--- Input data ---
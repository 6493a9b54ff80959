import re
import stat
from pathlib import Path

import pytest
from django.conf import settings
from django.core.checks import run_checks

from campaigns.project.secret_key import read_or_make_secret_key


def test_the_key_is_made_once_and_read_by_its_owner_only(tmp_path):
    path = tmp_path / "new" / "secret-key"
    key = read_or_make_secret_key(path)
    assert len(key) >= 50
    assert read_or_make_secret_key(path) == key
    assert stat.S_IMODE(path.stat().st_mode) == 0o600


def test_an_empty_key_file_is_refused(tmp_path, monkeypatch):
    monkeypatch.setattr("campaigns.project.secret_key._WAIT_S", 0.1)
    path = tmp_path / "secret-key"
    path.touch()
    with pytest.raises(RuntimeError, match="delete it"):
        read_or_make_secret_key(path)


def test_the_environment_is_read_in_one_file_and_every_variable_is_listed():
    source = Path(settings.ROOT, "campaigns/project/settings.py").read_text()
    read = set(re.findall(r'env\.\w+\(\s*"(\w+)"', source))
    assert read == set(settings.ENVIRONMENT)


def test_sqlite_takes_its_turn_before_it_reads_and_survives_a_power_failure():
    database = settings.DATABASES["default"]
    if "sqlite" not in database["ENGINE"]:
        pytest.skip("another database")
    assert database["OPTIONS"]["transaction_mode"] == "IMMEDIATE"
    assert "synchronous=FULL" in database["OPTIONS"]["init_command"]
    assert "journal_mode=WAL" in database["OPTIONS"]["init_command"]
    assert database["OPTIONS"]["timeout"] == 20


def test_django_finds_nothing_wrong():
    assert run_checks() == []
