"""Every way an error arises has one shape."""

import pytest
from django.conf import settings
from django.http import Http404
from django.test import Client, RequestFactory
from rest_framework import exceptions

from campaigns.api.problems import handle_exception
from campaigns.project import failures
from observers.errors import CampaignError, InvalidInput
from observers.rules.problem import Problem
from skytiles.errors import SkytilesError

JSON = "application/json"
NAMED = ["type", "title", "status", "detail", "code", "advice"]


def _is_problem(answer, *, status, code):
    assert answer.status_code == status
    assert answer["Content-Type"] == "application/problem+json"
    body = answer.json()
    assert list(body)[-6:] == NAMED or set(NAMED) <= set(body)
    assert (body["status"], body["code"]) == (status, code)
    assert body["type"] == f"urn:quartersky:problem:{code}"
    assert all(isinstance(body[name], str) and body[name] for name in NAMED if name != "status")


def test_an_address_that_does_not_exist(client, db):
    _is_problem(client.get("/api/v1/nothing/here"), status=404, code="not-found")
    _is_problem(client.get("/api/"), status=404, code="not-found")


def test_a_method_that_is_not_known(client, db):
    _is_problem(client.put("/api/v1/session"), status=405, code="method-not-allowed")


def test_a_body_that_is_no_json(client, db):
    answer = client.post("/api/v1/session", b"{", content_type=JSON)
    _is_problem(answer, status=400, code="parse-error")


def test_a_body_of_another_type(client, db):
    answer = client.post("/api/v1/session", b"x", content_type="text/plain")
    _is_problem(answer, status=415, code="unsupported-media-type")


def test_an_answer_that_we_do_not_give(client, db):
    answer = client.get("/api/v1/session", headers={"Accept": "text/html"})
    _is_problem(answer, status=406, code="not-acceptable")


@pytest.mark.parametrize("body", ["{}", "[]", '"x"', "null", '{"name": 5, "password": []}'])
def test_fields_that_do_not_fit(client, db, body):
    answer = client.post("/api/v1/session", body, content_type=JSON)
    _is_problem(answer, status=400, code="invalid")
    assert all(set(error) == {"field", "detail"} for error in answer.json()["errors"])


def test_an_unknown_field_is_named(client, db):
    body = {"name": "x", "password": "y", "pasword": "z"}
    answer = client.post("/api/v1/session", body, content_type=JSON)
    assert answer.json()["errors"] == [{"field": "pasword", "detail": "There is no such field."}]


def test_nobody_signed_in(client, db):
    _is_problem(client.get("/api/v1/tokens"), status=401, code="not-signed-in")


def test_a_token_that_is_unknown(client, db):
    answer = client.get("/api/v1/tokens", headers={"Authorization": "Bearer x"})
    _is_problem(answer, status=401, code="bad-token")


def test_a_host_that_is_not_ours(client, db):
    answer = client.get("/api/v1/session", headers={"Host": "elsewhere.example"})
    assert answer.status_code == 400


def test_a_fault_of_our_own_tells_nothing_of_its_cause(monkeypatch, db):
    def fail(*args):
        raise RuntimeError("the secret cause")

    monkeypatch.setattr("campaigns.api.session.session_json", fail)
    answer = Client(raise_request_exception=False).get("/api/v1/session")
    _is_problem(answer, status=500, code="server-error")
    assert "secret cause" not in answer.content.decode()


class _Taken(CampaignError):
    code = "tile-taken"
    status = 409
    title = "Taken"


class _BadMap(SkytilesError):
    code = "bad-map"


@pytest.mark.parametrize(
    ("error", "status", "code"),
    [
        (_Taken("No.", "Take another."), 409, "tile-taken"),
        (_BadMap("a text file", "FITS", "Send a sky map."), 400, "bad-map"),
        (Http404(), 404, "not-found"),
        (exceptions.Throttled(), 429, "throttled"),
        (exceptions.PermissionDenied(), 403, "permission-denied"),
    ],
)
def test_errors_inside_views(error, status, code):
    answer = handle_exception(error, {})
    assert (answer.status_code, answer.data["code"]) == (status, code)
    assert set(NAMED) <= set(answer.data)
    assert answer.data["advice"]


def test_the_errors_of_a_rule_and_the_extras_go_along():
    error = InvalidInput(
        "Bad.",
        "Mend it.",
        problems=[Problem("dec_deg", "Out of range.")],
        extras={"alternative": 7},
    )
    body = handle_exception(error, {}).data
    assert body["errors"] == [{"field": "dec_deg", "detail": "Out of range."}]
    assert body["alternative"] == 7


def test_extras_never_overwrite_the_named_fields():
    body = handle_exception(CampaignError("Bad.", "Mend it.", extras={"status": 200}), {}).data
    assert body["status"] == 400


def test_an_unknown_error_is_nobodys_problem():
    assert handle_exception(RuntimeError("ours"), {}) is None


@pytest.mark.parametrize(
    "view",
    [failures.bad_request, failures.not_allowed, failures.not_found, failures.csrf_failure],
)
def test_what_fails_outside_a_view_has_the_same_shape_for_programs(view):
    answer = view(RequestFactory().get("/api/v1/x"))
    answer.json = lambda: __import__("json").loads(answer.content)
    _is_problem(answer, status=answer.status_code, code=answer.json()["code"])


def test_people_get_a_page_with_a_way_back(client, db):
    answer = client.get("/nowhere/")
    assert answer.status_code == 404
    assert 'href="/"' in answer.content.decode()


def test_the_exception_handler_is_in_use():
    handler = settings.REST_FRAMEWORK["EXCEPTION_HANDLER"]
    assert handler == "campaigns.api.problems.handle_exception"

--- Exercise details ---
From the beginning of the listing above down to the line with "assert stat.S_IMODE(path.stat().st_mode) == 0o600", every line should be restated exactly.

--- Your solution ---
repository 6493a9b54ff80959
import re
import stat
from pathlib import Path

import pytest
from django.conf import settings
from django.core.checks import run_checks

from campaigns.project.secret_key import read_or_make_secret_key


def test_the_key_is_made_once_and_read_by_its_owner_only(tmp_path):
    path = tmp_path / "new" / "secret-key"
    key = read_or_make_secret_key(path)
    assert len(key) >= 50
    assert read_or_make_secret_key(path) == key
    assert stat.S_IMODE(path.stat().st_mode) == 0o600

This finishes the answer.